[RFC] change private key algorithm to RSA4096 or Ed25519

[susnux]

The private key is a 2048 RSA key.

The NIST deprecates RSA <= 2048 and its not trusted anymore begin of 2030.
So the recommendation is either:

• Use RSA 4096
• Use a different trusted algorithm, a good candidate would be Ed25519 (support in clients)

see "Table 3. Approval status of algorithms used for digital signature generation"
https://nvlpubs.nist.gov/nistpubs/SpecialPublications/NIST.SP.800-131Ar3.ipd.pdf

[susnux]

cc @artonge @tobiasKaminsky

[susnux]

RSA 4096: Not much to change in logic but increases the file size a lot!
ed25519: Reduces the file size but requires new logic.

Currently we use x509 with RSA to sign but also to encrypt (this is not really recommended to do so with the same key!).
With ed25519 we only have a key for signature, so for encryption (of the metadata key) we would need some key exchange.

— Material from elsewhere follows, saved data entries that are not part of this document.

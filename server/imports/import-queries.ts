import type { QueryOf, ReplyOf } from '@shared/contract/endpoint';
import { columnLetters } from '@shared/exports/column-letters';
import type {
  ImportState,
  listImportProblems,
  listImports,
  readImport,
} from '@shared/imports/imports-contract';
import { type RowProblem, problemInWords } from '@shared/imports/problem-words';
import { notFound } from '@shared/problem';
import { Binds } from '@db/binds';
import type { Tenant } from '@db/tenant-transaction';
import type { Actor } from '../access/actor';
import { visibleImports } from './editable-import';
import type { ImportRecord } from './import-record';

export type ImportView = ReplyOf<typeof readImport>;
export type ImportProblem = ReplyOf<typeof listImportProblems>['rows'][number];
type ProblemFilters = Pick<QueryOf<typeof listImportProblems>, 'field' | 'reason'>;

interface Row
  extends
    Pick<ImportView, 'id' | 'kind' | 'fileName' | 'fileBytes' | 'format' | 'version' | 'columns'>,
    Pick<ImportView, 'dateOrder' | 'checked' | 'mode' | 'error' | 'createdBy'> {
  readonly jobKind: ImportRecord['jobKind'];
  readonly jobState: ImportRecord['jobState'];
  readonly done: number | null;
  readonly total: number | null;
  readonly result: ImportView['imported'];
  readonly createdAt: Date;
  readonly finishedAt: Date | null;
}

const columns = `i.id, i.kind, i.file_name AS "fileName", i.file_bytes AS "fileBytes", i.format,
  i.version, i.columns, i.date_order AS "dateOrder", i.checked, i.mode, j.error,
  p.name AS "createdBy", j.kind AS "jobKind", j.state AS "jobState", j.done, j.total, j.result,
  i.created_at AS "createdAt", j.finished_at AS "finishedAt"`;
const from = `FROM imports i JOIN people p ON p.id = i.created_by
  LEFT JOIN long_jobs j ON j.id = i.job_id`;

function stateOf({ jobKind, jobState }: Row): ImportState {
  if (jobState === null) return 'mapping';
  if (jobState === 'failed' || jobState === 'cancelled') return jobState;
  const taking = jobKind === 'import-rows';
  if (jobState === 'finished') return taking ? 'imported' : 'checked';
  return taking ? 'importing' : 'checking';
}

function present(row: Row): ImportView {
  const { jobKind, jobState: _, done, total, result, createdAt, finishedAt, ...rest } = row;
  const state = stateOf(row);
  const running = state === 'checking' || state === 'importing';
  return {
    ...rest,
    state,
    progress: running ? { done: done ?? 0, total } : null,
    imported: jobKind === 'import-rows' && !running ? result : null,
    createdAt: createdAt.toISOString(),
    finishedAt: finishedAt?.toISOString() ?? null,
  };
}

/** Imports in sight, newest first. */
export async function pageOfImports(
  tenant: Tenant,
  actor: Actor,
  { page, pageSize }: QueryOf<typeof listImports>,
): Promise<ReplyOf<typeof listImports>> {
  const binds = new Binds();
  const where = visibleImports(actor, binds);
  const count = await tenant.row<{ total: number }>(
    `SELECT count(*)::int AS total FROM imports i WHERE ${where}`,
    binds.values,
  );
  const rows = await tenant.rows<Row>(
    `SELECT ${columns} ${from} WHERE ${where} ORDER BY i.created_at DESC, i.id
     LIMIT ${binds.add(pageSize)} OFFSET ${binds.add((page - 1) * pageSize)}`,
    binds.values,
  );
  return { rows: rows.map(asListed), total: count?.total ?? 0, page, pageSize };
}

function asListed(row: Row): ReplyOf<typeof listImports>['rows'][number] {
  const { id, kind, fileName, state, progress, checked, ...rest } = present(row);
  const { imported, createdBy, createdAt, finishedAt } = rest;
  return {
    id,
    kind,
    fileName,
    state,
    progress,
    checked,
    imported,
    createdBy,
    createdAt,
    finishedAt,
  };
}

/** One import. @throws Problem 404 when it does not exist or lies out of the actor's sight. */
export async function importById(tenant: Tenant, actor: Actor, id: string): Promise<ImportView> {
  const binds = new Binds();
  const row = await tenant.row<Row>(
    `SELECT ${columns} ${from} WHERE i.id = ${binds.add(id)} AND ${visibleImports(actor, binds)}`,
    binds.values,
  );
  if (!row) throw notFound('import');
  return present(row);
}

/** What is wrong with an import's rows, from the top of the file, a page of it. */
export async function pageOfProblems(
  tenant: Tenant,
  actor: Actor,
  { columns: ofFile, id }: Pick<ImportView, 'columns' | 'id'>,
  { field, reason, page, pageSize }: ProblemFilters & { page: number; pageSize: number },
): Promise<ReplyOf<typeof listImportProblems>> {
  const binds = new Binds();
  const all = [`import_id = ${binds.add(id)}`];
  if (field) all.push(`field = ${binds.add(field)}`);
  if (reason) all.push(`reason = ${binds.add(reason)}`);
  const where = all.join(' AND ');
  const count = await tenant.row<{ total: number }>(
    `SELECT count(*)::int AS total FROM import_problems WHERE ${where}`,
    binds.values,
  );
  const rows = await tenant.rows<RowProblem & { row: number }>(
    `SELECT row_number AS "row", field, reason, value, params FROM import_problems WHERE ${where}
     ORDER BY row_number, id LIMIT ${binds.add(pageSize)} OFFSET ${binds.add((page - 1) * pageSize)}`,
    binds.values,
  );
  return {
    rows: rows.map((problem) => asShown(problem, ofFile, actor.locale)),
    total: count?.total ?? 0,
    page,
    pageSize,
  };
}

function asShown(
  problem: RowProblem & { row: number },
  ofFile: ImportView['columns'],
  locale: 'en' | 'es',
): ImportProblem {
  const { row, field, reason, value } = problem;
  const at = ofFile.findIndex((column) => field !== null && column.field === field);
  return {
    row,
    field,
    heading: ofFile[at]?.heading ?? null,
    column: at < 0 ? null : columnLetters(at),
    value,
    reason,
    message: problemInWords(problem, locale),
  };
}
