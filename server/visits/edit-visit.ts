import type { Tenant } from '@db/tenant-transaction';
import type { Actor } from '../access/actor';
import { recordEvent } from '../audit/record-event';
import { lockVisit, touchRoute } from './route-rows';
import { plannableStore } from './visit-policy';
import { releaseTasks, takeTasks } from './visit-tasks';

/**
 * Changes a visit's note or which open tasks it holds; tasks that were done on it stay.
 * @returns the route's id
 * @throws Problem 403, 404, 409; 422 for tasks that cannot come
 */
export async function editVisit(
  tenant: Tenant,
  actor: Actor,
  id: string,
  change: {
    readonly version: number;
    readonly note?: string | undefined;
    readonly taskIds?: readonly string[] | undefined;
  },
  now: Date,
): Promise<string> {
  const visit = await lockVisit(tenant, id, change.version);
  await plannableStore(tenant, actor, visit.storeId);
  const { storeId, route } = visit;
  if (change.taskIds) {
    await releaseTasks(tenant, id, change.taskIds);
    await takeTasks(tenant, { id, storeId, technicianId: route.technicianId }, change.taskIds, now);
  }
  await tenant.rows('UPDATE visits SET note = $2, version = version + 1 WHERE id = $1', [
    id,
    change.note ?? visit.note,
  ]);
  await touchRoute(tenant, route.id);
  await recordEvent(tenant, {
    actorId: actor.personId,
    subjectKind: 'visit',
    subjectId: id,
    action: 'changed',
    detail: { note: change.note, taskIds: change.taskIds },
  });
  return route.id;
}
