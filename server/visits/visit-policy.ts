import { mayAt } from '@shared/access/ability';
import type { Place, RoleGrant } from '@shared/access/role';
import { forbidden, invalid, notFound } from '@shared/problem';
import type { Tenant } from '@db/tenant-transaction';
import type { Actor } from '../access/actor';

/** A store as planning needs it. */
export interface PlannedStore extends Place {
  readonly timeZone: string;
}

/**
 * The store of a visit to be made or changed.
 * @throws Problem 404 when there is none in use, 403 when the actor plans nothing there
 */
export async function plannableStore(
  tenant: Tenant,
  actor: Actor,
  storeId: string,
): Promise<PlannedStore> {
  const store = await tenant.row<PlannedStore>(
    `SELECT id AS "storeId", chain_id AS "chainId", region_id AS "regionId",
       time_zone AS "timeZone" FROM stores WHERE id = $1 AND retired_at IS NULL`,
    [storeId],
  );
  if (!store) throw notFound('store');
  if (!mayAt('visits.plan', actor.grants, store)) throw forbidden();
  return store;
}

/**
 * Holds that somebody can be sent to a store: active, and a technician there.
 * @throws Problem 422 under `technicianId`
 */
export async function checkTechnician(
  tenant: Tenant,
  technicianId: string,
  store: PlannedStore,
): Promise<void> {
  const technician = await tenant.row<{ grants: RoleGrant[] }>(
    `SELECT coalesce(jsonb_agg(jsonb_build_object('role', g.role, 'scopeKind', g.scope_kind,
       'scopeId', g.scope_id)) FILTER (WHERE g.id IS NOT NULL), '[]') AS grants
     FROM people p LEFT JOIN role_grants g ON g.person_id = p.id
     WHERE p.id = $1 AND p.disabled_at IS NULL GROUP BY p.id`,
    [technicianId],
  );
  if (technician && mayAt('tasks.do', technician.grants, store)) return;
  throw invalid([
    {
      field: 'technicianId',
      reason: 'not-here',
      message: 'This person is not a technician for that store.',
    },
  ]);
}

/** @throws Problem 422 under `onDate` when that day is over where the store is */
export function checkDay(onDate: string, store: PlannedStore, now: Date): void {
  const today = new Intl.DateTimeFormat('en-CA', {
    timeZone: store.timeZone,
    dateStyle: 'short',
  }).format(now);
  if (onDate >= today) return;
  throw invalid([{ field: 'onDate', reason: 'past', message: 'This day is over.' }]);
}
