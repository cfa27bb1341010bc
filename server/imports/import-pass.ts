import type { ImportKind } from '@shared/imports/import-fields';
import type { ImportOutcome } from '@shared/imports/imports-contract';
import type { RowProblem } from '@shared/imports/problem-words';
import type { ReadRow } from '@shared/imports/read-row';
import type { Tenant } from '@db/tenant-transaction';
import type { Actor } from '../access/actor';
import { FleetMemory } from './fleet-memory';
import { type Change, type FleetChanges, noChanges } from './fleet-records';
import { RowJudge } from './judge-rows';

/** A problem with the number of its row. */
export type NumberedProblem = RowProblem & { readonly row: number };

/** What a stretch of rows would do, and what is wrong with it. */
export interface Stretch {
  readonly changes: FleetChanges;
  readonly problems: readonly NumberedProblem[];
}

const NAMES = 100;
const tally = () => ({ made: 0, changed: 0, same: 0 });

const nothingYet = (): ImportOutcome => ({
  rows: 0,
  goodRows: 0,
  badRows: 0,
  problems: 0,
  problemsCut: false,
  chains: tally(),
  regions: tally(),
  stores: tally(),
  units: tally(),
  components: tally(),
  newChains: [],
  newRegions: [],
});

/** One way through a file from its first row to its last, adding up what it finds. */
export class ImportPass {
  outcome = nothingYet();

  private constructor(
    private readonly memory: FleetMemory,
    private readonly judge: RowJudge,
  ) {}

  static async begin(
    tenant: Tenant,
    kind: ImportKind,
    actor: Actor,
    now: Date,
  ): Promise<ImportPass> {
    const memory = await FleetMemory.begin(tenant, kind);
    return new ImportPass(memory, new RowJudge(kind, actor, now, memory));
  }

  /**
   * Judges the next rows.
   * @param lock keeps what they speak of as it is until the transaction ends, for writing
   */
  async take(tenant: Tenant, rows: readonly ReadRow[], lock: boolean): Promise<Stretch> {
    await this.memory.lookUp(tenant, rows, lock);
    const changes = noChanges();
    const problems: NumberedProblem[] = [];
    const { outcome } = this;
    for (const row of rows) {
      const draft = this.judge.judge(row);
      outcome.rows += 1;
      if (draft.isBad) {
        outcome.badRows += 1;
        problems.push(...draft.problems.map((it) => ({ ...it, row: row.number })));
        continue;
      }
      outcome.goodRows += 1;
      for (const table of tables) this.count(table, draft.changes[table], changes[table]);
    }
    outcome.problems += problems.length;
    return { changes, problems };
  }

  /** Counts changes, and passes on those that change anything. */
  private count(
    table: keyof FleetChanges,
    found: readonly Change<object>[],
    kept: Change<object>[],
  ): void {
    for (const change of found) {
      const what =
        change.before === null ? 'made' : change.before === change.after ? 'same' : 'changed';
      this.outcome[table][what] += 1;
      if (what !== 'same') kept.push(change);
      if (what === 'made' && table === 'chains') addName(this.outcome.newChains, change);
      if (what === 'made' && table === 'regions') addName(this.outcome.newRegions, change);
    }
  }
}

const tables = ['chains', 'regions', 'stores', 'units', 'components'] as const;

function addName(names: string[], { after }: Change<object>): void {
  if (names.length < NAMES && 'name' in after) names.push(String(after.name));
}
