import { randomUUID } from 'node:crypto';
import {
  type DateOrder,
  type ImportField,
  fieldsOf,
  importFields,
  neededFields,
} from '@shared/imports/import-fields';
import { type FieldError, invalid } from '@shared/problem';
import type { Tenant } from '@db/tenant-transaction';
import type { Actor } from '../access/actor';
import { recordEvent } from '../audit/record-event';
import { askLongJob } from '../long-jobs/ask-long-job';
import { editableImport } from './editable-import';
import type { ImportRecord } from './import-record';

export interface CheckRequest {
  readonly id: string;
  readonly version: number;
  readonly fields: readonly (ImportField | null)[];
  readonly dateOrder: DateOrder;
}

/**
 * Writes down what the columns hold, and asks for every row to be looked at.
 * @throws Problem 404; 409 when it runs or is done; 422 for columns that cannot be so
 */
export async function checkImport(
  tenant: Tenant,
  actor: Actor,
  { id, version, fields, dateOrder }: CheckRequest,
): Promise<void> {
  const record = await editableImport(tenant, actor, { id, version });
  const errors = faultsOf(record, fields, actor.locale);
  if (errors.length > 0) throw invalid(errors);
  const jobId = randomUUID();
  await askLongJob(tenant, {
    id: jobId,
    kind: 'import-check',
    input: { importId: id },
    askedBy: actor.personId,
  });
  await tenant.rows(
    `UPDATE imports SET columns = $2, date_order = $3, job_id = $4, checked = NULL, mode = NULL,
       version = version + 1 WHERE id = $1`,
    [
      id,
      JSON.stringify(
        record.columns.map((column, at) => ({ ...column, field: fields[at] ?? null })),
      ),
      dateOrder,
      jobId,
    ],
  );
  await recordEvent(tenant, {
    actorId: actor.personId,
    subjectKind: 'import',
    subjectId: id,
    action: 'import-check-asked',
  });
}

function faultsOf(
  { kind, columns }: ImportRecord,
  fields: readonly (ImportField | null)[],
  locale: 'en' | 'es',
): FieldError[] {
  const errors: FieldError[] = [];
  if (fields.length !== columns.length) {
    const message = `The file has ${columns.length} columns.`;
    errors.push({ field: 'fields', reason: 'count', message });
  }
  fields.forEach((field, at) => {
    if (field === null) return;
    const heading = importFields[field][locale];
    if (!fieldsOf[kind].includes(field)) {
      const message = `A file of this kind has no “${heading}”.`;
      errors.push({ field: `fields.${at}`, reason: 'not-of-kind', message });
    } else if (fields.indexOf(field) < at) {
      const message = `Another column is taken for “${heading}” already.`;
      errors.push({ field: `fields.${at}`, reason: 'twice', message });
    }
  });
  for (const field of neededFields[kind].filter((it) => !fields.includes(it))) {
    const message = `Say which column holds “${importFields[field][locale]}”.`;
    errors.push({ field: 'fields', reason: 'needed', message, params: { field } });
  }
  return errors;
}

We could do similar as Signal and use a combination of static and ephemeral DH. Similar as described in NIST SP800-56a (and some of the CMS RFCs) it would look like this:

1. Have a static key (the ed25519 private / public key for signature to proof the identity)
2. Have a ephemeral key (created on the fly - e.g. x25519)
3. Do a DH with the private key of the ephemeral and the public key of the receiver
4. Run a key derivation function on that
5. use the result to wrap the AES key
6. Set public ephemeral and wrapped key in the metadata

To encrypt this now a user would use their private static key (the ed25519 key) as well as the public ephemeral key to run the DH and get the same shared secret, they now run the KDF on it to get the key for the wrapped AES key.
The KDF is only for the sake of using the same ephemeral key for multiple users.